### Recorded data

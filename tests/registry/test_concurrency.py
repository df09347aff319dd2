"""Two requests on one record at the same moment: nobody's change is silently lost.

Every write locks the record's row (registry.services lock_for_change / lock_for_decision),
decides on the row as it is, and writes back only the columns it changed; the loser of a
race gets 409 or 412. On PostgreSQL the races run in two threads against the test database.

On SQLite the race is run in a subprocess (tests/registry/sqlite_race.py) against a new
database file. It cannot run in the test process: pytest-django's SQLite test database is an
in-memory database in shared-cache mode, where SQLite locks tables instead of the database
file and answers a conflicting writer "database table is locked" at once, without the busy
timeout; the default database of a deployment is a file, whose locking and timeout are what
``transaction_mode`` IMMEDIATE (registry/settings.py) is about. Django's connection to the
test database cannot be pointed at a file for one test without affecting every other test
of the same process.
"""
from __future__ import annotations

import json
import subprocess
import sys
import tempfile
import threading
from collections.abc import Callable
from pathlib import Path

import pytest
from django.conf import settings
from django.db import connection
from django.test import SimpleTestCase, TransactionTestCase
from rest_framework.response import Response
from rest_framework.test import APIClient

from registry import services
from registry.models import Laser, Person

ROOT = Path(__file__).resolve().parents[2]


def _client(person: Person) -> APIClient:
    client = APIClient()
    client.raise_request_exception = False
    client.force_authenticate(user=person.user)
    return client


def _at_once(*requests: Callable[[], Response]) -> list[int]:
    """Send ``requests`` from one thread each, released together; their statuses in order."""
    start = threading.Barrier(len(requests))
    statuses: list[int] = [0] * len(requests)

    def run(index: int, request: Callable[[], Response]) -> None:
        try:
            start.wait()
            statuses[index] = request().status_code
        finally:
            connection.close()

    threads = [threading.Thread(target=run, args=(index, request)) for index, request in enumerate(requests)]
    for thread in threads:
        thread.start()
    for thread in threads:
        thread.join()
    return statuses


@pytest.mark.skipif(connection.vendor != "postgresql", reason="row locks need PostgreSQL; SQLite is raced in "
                                                              "SQLiteRaceTests")
class PostgreSQLRaceTests(TransactionTestCase):
    def setUp(self) -> None:
        self.first = services.person_create(username="ada", role="lso")
        self.second = services.person_create(username="bo", role="lso")
        self.room = services.location_create(code="race-1", site="R", building="R", room="1", by=self.first)

    def _active_laser(self, asset_tag: str) -> Laser:
        laser = services.laser_register(by=self.first, asset_tag=asset_tag, laser_type="gas", labelled_class="2",
                                        owner=self.first, location=self.room, description="as registered")
        services.emission_create(laser=laser, by=self.first, wavelength_m="633 nm", temporal_mode="cw",
                                 average_power_W="1 mW", beam_diameter_m="1 mm", divergence_rad="1 mrad")
        return services.laser_approve(laser=laser, by=self.first)

    def test_a_status_change_and_a_description_patch_at_once_never_revert_the_description(self) -> None:
        laser = self._active_laser("RACE-1")
        url = f"/api/v1/lasers/{laser.pk}/"
        for round_number in range(40):
            with self.subTest(round=round_number):
                target = "in_storage" if round_number % 2 == 0 else "active"
                text = f"edited in round {round_number}"
                etag = _client(self.second).get(url)["ETag"]
                moved, patched = _at_once(
                    lambda: _client(self.first).post(f"{url}status/", {"status": target}, format="json"),
                    lambda: _client(self.second).patch(url, {"description": text}, format="json",
                                                       HTTP_IF_MATCH=etag))
                laser.refresh_from_db()
                # The status step sends no If-Match and its status is free to move: it always goes
                # through. The PATCH wins when it goes first; when the status changed first, it gets
                # 412 (its ETag is stale) or 409 (the status moved while it waited for the row).
                self.assertEqual(moved, 200)
                self.assertIn(patched, (200, 409, 412))
                self.assertEqual(laser.status, target)
                if patched == 200:
                    self.assertEqual(laser.description, text)
                self.assertEqual(laser.history.filter(description=text).exists(), patched == 200)

    def test_of_two_status_changes_sent_at_once_from_one_read_exactly_one_wins(self) -> None:
        for round_number in range(10):
            with self.subTest(round=round_number):
                laser = self._active_laser(f"RACE-2-{round_number}")
                url = f"/api/v1/lasers/{laser.pk}/"
                etag = _client(self.first).get(url)["ETag"]
                disposed, stored = _at_once(
                    lambda: _client(self.first).post(f"{url}status/", {"status": "disposed", "note": "Scrapped."},
                                                     format="json", HTTP_IF_MATCH=etag),
                    lambda: _client(self.second).post(f"{url}status/", {"status": "in_storage"}, format="json",
                                                      HTTP_IF_MATCH=etag))
                self.assertEqual(sorted((disposed, stored))[0], 200)
                self.assertIn(max(disposed, stored), (409, 412))
                winner, loser = ("disposed", "in_storage") if disposed == 200 else ("in_storage", "disposed")
                laser.refresh_from_db()
                self.assertEqual(laser.status, winner)
                self.assertFalse(laser.history.filter(status=loser).exists())

    def test_without_if_match_a_status_change_never_undoes_a_disposal_it_did_not_see(self) -> None:
        for round_number in range(10):
            with self.subTest(round=round_number):
                laser = self._active_laser(f"RACE-3-{round_number}")
                url = f"/api/v1/lasers/{laser.pk}/"
                disposed, stored = _at_once(
                    lambda: _client(self.first).post(f"{url}status/", {"status": "disposed", "note": "Scrapped."},
                                                     format="json"),
                    lambda: _client(self.second).post(f"{url}status/", {"status": "in_storage"}, format="json"))
                laser.refresh_from_db()
                # Whichever locks the row second finds the status moved and is refused (409), unless
                # it read the laser after the first had finished: a disposal after the storage is
                # legal, a storage after the disposal is refused (the laser is read-only).
                self.assertIn((disposed, stored), [(200, 409), (409, 200), (200, 200)])
                self.assertEqual(laser.status, "in_storage" if disposed == 409 else "disposed")


@pytest.mark.skipif(connection.vendor != "sqlite", reason="the SQLite default database, raced in a subprocess")
class SQLiteRaceTests(SimpleTestCase):
    def test_the_loser_of_two_simultaneous_patches_gets_412_not_database_is_locked(self) -> None:
        self.assertEqual(settings.DATABASES["default"]["OPTIONS"]["transaction_mode"], "IMMEDIATE")
        with tempfile.TemporaryDirectory() as directory:
            finished = subprocess.run(
                [sys.executable, "-m", "tests.registry.sqlite_race", str(Path(directory) / "race.sqlite3"), "5"],
                cwd=ROOT, capture_output=True, text=True, timeout=600, check=False)
        self.assertEqual(finished.returncode, 0, finished.stderr[-2000:])
        outcome = json.loads(finished.stdout.strip().splitlines()[-1])
        for statuses in outcome["rounds"]:
            self.assertEqual(sorted(statuses), [200, 412], outcome)
        last_round = len(outcome["rounds"]) - 1
        winner = ("ada", "bo")[outcome["rounds"][-1].index(200)]
        self.assertEqual(outcome["description"], f"round {last_round} by {winner}")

### WHAT YOU SHOULD DO
Report every line of the data above that contains the string "threads" by copying it in full.

### ANSWER TO THIS TASK
race gets 409 or 412. On PostgreSQL the races run in two threads against the test database.
    threads = [threading.Thread(target=run, args=(index, request)) for index, request in enumerate(requests)]
    for thread in threads:
    for thread in threads:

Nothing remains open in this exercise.